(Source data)
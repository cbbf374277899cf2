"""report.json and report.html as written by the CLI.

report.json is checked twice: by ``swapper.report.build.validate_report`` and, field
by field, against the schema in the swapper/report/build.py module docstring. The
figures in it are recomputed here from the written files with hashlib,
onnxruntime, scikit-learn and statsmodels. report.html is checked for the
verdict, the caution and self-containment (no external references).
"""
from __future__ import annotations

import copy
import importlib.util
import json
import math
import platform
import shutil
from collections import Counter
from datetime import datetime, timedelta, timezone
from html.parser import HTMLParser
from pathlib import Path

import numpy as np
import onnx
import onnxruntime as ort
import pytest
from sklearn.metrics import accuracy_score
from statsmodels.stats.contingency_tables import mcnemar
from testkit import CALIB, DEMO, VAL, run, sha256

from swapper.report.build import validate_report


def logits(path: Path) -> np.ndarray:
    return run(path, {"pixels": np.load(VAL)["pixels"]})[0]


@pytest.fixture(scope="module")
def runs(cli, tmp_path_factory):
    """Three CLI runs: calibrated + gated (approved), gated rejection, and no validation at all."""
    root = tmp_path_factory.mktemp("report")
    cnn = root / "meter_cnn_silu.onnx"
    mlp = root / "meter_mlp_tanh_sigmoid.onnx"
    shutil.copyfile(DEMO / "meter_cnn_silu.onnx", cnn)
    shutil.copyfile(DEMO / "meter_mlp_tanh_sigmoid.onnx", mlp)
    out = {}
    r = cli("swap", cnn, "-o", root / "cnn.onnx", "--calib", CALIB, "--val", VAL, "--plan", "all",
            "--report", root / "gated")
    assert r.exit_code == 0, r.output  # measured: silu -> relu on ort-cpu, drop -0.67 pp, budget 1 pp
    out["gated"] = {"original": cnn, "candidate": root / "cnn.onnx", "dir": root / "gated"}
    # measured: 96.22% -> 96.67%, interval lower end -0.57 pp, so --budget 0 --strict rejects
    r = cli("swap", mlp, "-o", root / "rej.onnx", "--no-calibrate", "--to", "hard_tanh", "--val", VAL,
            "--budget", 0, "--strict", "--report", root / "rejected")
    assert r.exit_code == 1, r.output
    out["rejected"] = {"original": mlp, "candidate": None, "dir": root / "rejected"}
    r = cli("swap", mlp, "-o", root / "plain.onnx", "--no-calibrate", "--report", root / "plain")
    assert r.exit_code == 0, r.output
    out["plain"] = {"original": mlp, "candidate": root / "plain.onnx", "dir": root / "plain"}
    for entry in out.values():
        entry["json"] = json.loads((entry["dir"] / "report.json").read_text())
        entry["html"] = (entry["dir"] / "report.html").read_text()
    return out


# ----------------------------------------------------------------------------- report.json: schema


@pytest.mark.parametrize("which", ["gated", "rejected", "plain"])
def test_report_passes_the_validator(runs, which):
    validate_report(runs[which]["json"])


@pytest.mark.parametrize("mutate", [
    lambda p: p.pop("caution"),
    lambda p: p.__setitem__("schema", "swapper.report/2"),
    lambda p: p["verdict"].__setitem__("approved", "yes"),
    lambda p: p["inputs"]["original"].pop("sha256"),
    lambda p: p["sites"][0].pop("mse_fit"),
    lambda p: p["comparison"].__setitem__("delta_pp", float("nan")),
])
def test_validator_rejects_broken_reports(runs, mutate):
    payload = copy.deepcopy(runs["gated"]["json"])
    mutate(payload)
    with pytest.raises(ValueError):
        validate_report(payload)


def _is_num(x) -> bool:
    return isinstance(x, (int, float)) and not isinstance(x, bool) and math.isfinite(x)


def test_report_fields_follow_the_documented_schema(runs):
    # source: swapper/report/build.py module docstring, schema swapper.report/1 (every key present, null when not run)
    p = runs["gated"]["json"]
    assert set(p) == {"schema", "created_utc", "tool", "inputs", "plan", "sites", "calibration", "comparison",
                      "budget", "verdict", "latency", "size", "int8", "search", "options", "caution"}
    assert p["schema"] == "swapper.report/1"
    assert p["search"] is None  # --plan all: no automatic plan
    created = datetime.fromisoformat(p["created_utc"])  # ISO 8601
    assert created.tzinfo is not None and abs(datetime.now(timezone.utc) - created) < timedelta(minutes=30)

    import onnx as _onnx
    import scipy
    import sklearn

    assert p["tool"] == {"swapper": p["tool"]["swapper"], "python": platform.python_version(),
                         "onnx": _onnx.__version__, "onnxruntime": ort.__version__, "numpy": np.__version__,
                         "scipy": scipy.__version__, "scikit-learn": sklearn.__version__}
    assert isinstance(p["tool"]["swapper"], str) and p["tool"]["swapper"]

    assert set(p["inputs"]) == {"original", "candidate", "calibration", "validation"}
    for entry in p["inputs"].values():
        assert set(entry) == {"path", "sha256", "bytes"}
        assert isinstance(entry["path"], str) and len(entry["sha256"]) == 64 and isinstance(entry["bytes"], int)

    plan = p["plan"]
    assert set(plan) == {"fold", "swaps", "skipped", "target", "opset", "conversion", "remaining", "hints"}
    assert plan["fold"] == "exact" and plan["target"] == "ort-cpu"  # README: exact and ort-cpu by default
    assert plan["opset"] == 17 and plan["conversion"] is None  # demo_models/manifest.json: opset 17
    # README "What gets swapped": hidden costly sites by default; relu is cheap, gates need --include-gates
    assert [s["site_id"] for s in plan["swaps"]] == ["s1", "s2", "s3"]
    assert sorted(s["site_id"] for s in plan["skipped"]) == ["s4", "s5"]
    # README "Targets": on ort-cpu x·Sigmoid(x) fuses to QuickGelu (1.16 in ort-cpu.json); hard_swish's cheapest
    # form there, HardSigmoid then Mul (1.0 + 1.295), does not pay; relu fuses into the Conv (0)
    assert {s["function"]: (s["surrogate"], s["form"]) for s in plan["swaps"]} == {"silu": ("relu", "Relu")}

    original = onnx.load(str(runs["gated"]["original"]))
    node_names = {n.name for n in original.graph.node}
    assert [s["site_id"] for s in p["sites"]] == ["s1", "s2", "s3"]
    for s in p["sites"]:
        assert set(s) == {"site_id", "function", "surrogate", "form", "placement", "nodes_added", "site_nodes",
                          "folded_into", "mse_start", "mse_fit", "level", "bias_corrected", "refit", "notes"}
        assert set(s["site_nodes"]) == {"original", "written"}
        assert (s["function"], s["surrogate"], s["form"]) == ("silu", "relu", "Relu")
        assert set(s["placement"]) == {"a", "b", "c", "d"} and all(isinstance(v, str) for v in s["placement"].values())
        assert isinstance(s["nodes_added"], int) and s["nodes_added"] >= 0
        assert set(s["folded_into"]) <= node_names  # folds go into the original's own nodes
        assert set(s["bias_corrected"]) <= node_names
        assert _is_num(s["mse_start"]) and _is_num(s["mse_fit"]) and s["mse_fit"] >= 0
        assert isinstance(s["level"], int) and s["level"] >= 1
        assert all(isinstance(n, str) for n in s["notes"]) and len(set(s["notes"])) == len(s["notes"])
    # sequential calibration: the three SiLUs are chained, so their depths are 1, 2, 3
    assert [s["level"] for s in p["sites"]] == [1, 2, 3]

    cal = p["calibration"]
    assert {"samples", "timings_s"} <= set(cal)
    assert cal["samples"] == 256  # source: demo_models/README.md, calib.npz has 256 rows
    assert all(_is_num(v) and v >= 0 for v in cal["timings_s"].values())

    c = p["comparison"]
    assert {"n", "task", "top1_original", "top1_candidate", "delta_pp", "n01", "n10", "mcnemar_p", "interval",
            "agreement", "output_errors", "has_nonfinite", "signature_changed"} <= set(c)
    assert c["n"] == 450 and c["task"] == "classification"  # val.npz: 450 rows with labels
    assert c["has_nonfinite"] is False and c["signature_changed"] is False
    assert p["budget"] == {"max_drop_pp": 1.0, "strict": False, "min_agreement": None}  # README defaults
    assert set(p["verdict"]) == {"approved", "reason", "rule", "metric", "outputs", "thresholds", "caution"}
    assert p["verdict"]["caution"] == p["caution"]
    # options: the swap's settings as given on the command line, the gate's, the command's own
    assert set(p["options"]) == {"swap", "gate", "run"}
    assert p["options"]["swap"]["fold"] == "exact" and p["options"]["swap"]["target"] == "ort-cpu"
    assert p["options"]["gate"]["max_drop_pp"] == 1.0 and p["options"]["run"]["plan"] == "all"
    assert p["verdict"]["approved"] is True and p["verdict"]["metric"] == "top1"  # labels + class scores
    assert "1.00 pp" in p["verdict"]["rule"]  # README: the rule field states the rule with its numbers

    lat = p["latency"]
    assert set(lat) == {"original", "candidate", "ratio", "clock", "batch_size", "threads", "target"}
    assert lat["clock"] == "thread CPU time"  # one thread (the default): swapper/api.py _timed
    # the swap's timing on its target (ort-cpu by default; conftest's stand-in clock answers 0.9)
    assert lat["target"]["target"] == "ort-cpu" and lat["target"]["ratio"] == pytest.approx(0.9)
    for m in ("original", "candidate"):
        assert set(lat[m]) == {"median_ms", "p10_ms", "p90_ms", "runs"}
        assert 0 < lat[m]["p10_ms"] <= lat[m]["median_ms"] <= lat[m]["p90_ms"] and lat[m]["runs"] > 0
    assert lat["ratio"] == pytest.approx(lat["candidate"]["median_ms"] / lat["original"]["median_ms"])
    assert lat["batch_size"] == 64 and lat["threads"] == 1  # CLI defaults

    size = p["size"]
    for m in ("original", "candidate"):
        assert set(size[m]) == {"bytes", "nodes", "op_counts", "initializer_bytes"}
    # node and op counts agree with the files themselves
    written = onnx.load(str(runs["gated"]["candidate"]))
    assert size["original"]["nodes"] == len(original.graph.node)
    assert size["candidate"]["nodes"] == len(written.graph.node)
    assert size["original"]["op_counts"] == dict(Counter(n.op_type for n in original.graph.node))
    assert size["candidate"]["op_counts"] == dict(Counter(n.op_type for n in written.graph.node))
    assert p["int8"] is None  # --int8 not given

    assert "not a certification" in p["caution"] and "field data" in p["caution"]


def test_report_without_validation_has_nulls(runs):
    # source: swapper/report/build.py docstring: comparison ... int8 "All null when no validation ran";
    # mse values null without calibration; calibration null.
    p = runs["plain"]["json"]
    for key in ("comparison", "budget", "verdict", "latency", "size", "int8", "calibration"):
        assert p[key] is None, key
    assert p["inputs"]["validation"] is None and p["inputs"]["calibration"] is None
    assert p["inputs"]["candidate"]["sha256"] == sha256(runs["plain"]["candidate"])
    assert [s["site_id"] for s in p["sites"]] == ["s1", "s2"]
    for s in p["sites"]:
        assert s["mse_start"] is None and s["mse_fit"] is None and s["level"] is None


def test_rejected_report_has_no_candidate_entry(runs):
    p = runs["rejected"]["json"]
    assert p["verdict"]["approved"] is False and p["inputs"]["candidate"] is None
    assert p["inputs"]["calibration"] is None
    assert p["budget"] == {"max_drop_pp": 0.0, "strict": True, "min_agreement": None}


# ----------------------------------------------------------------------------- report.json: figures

> **Assignment**:
Reproduce the records above line by line, without any change, up to and including the line that holds "def logits(path: Path)".

> **Output for this task**:
repository cbbf374277899cf2
"""report.json and report.html as written by the CLI.

report.json is checked twice: by ``swapper.report.build.validate_report`` and, field
by field, against the schema in the swapper/report/build.py module docstring. The
figures in it are recomputed here from the written files with hashlib,
onnxruntime, scikit-learn and statsmodels. report.html is checked for the
verdict, the caution and self-containment (no external references).
"""
from __future__ import annotations

import copy
import importlib.util
import json
import math
import platform
import shutil
from collections import Counter
from datetime import datetime, timedelta, timezone
from html.parser import HTMLParser
from pathlib import Path

import numpy as np
import onnx
import onnxruntime as ort
import pytest
from sklearn.metrics import accuracy_score
from statsmodels.stats.contingency_tables import mcnemar
from testkit import CALIB, DEMO, VAL, run, sha256

from swapper.report.build import validate_report


def logits(path: Path) -> np.ndarray:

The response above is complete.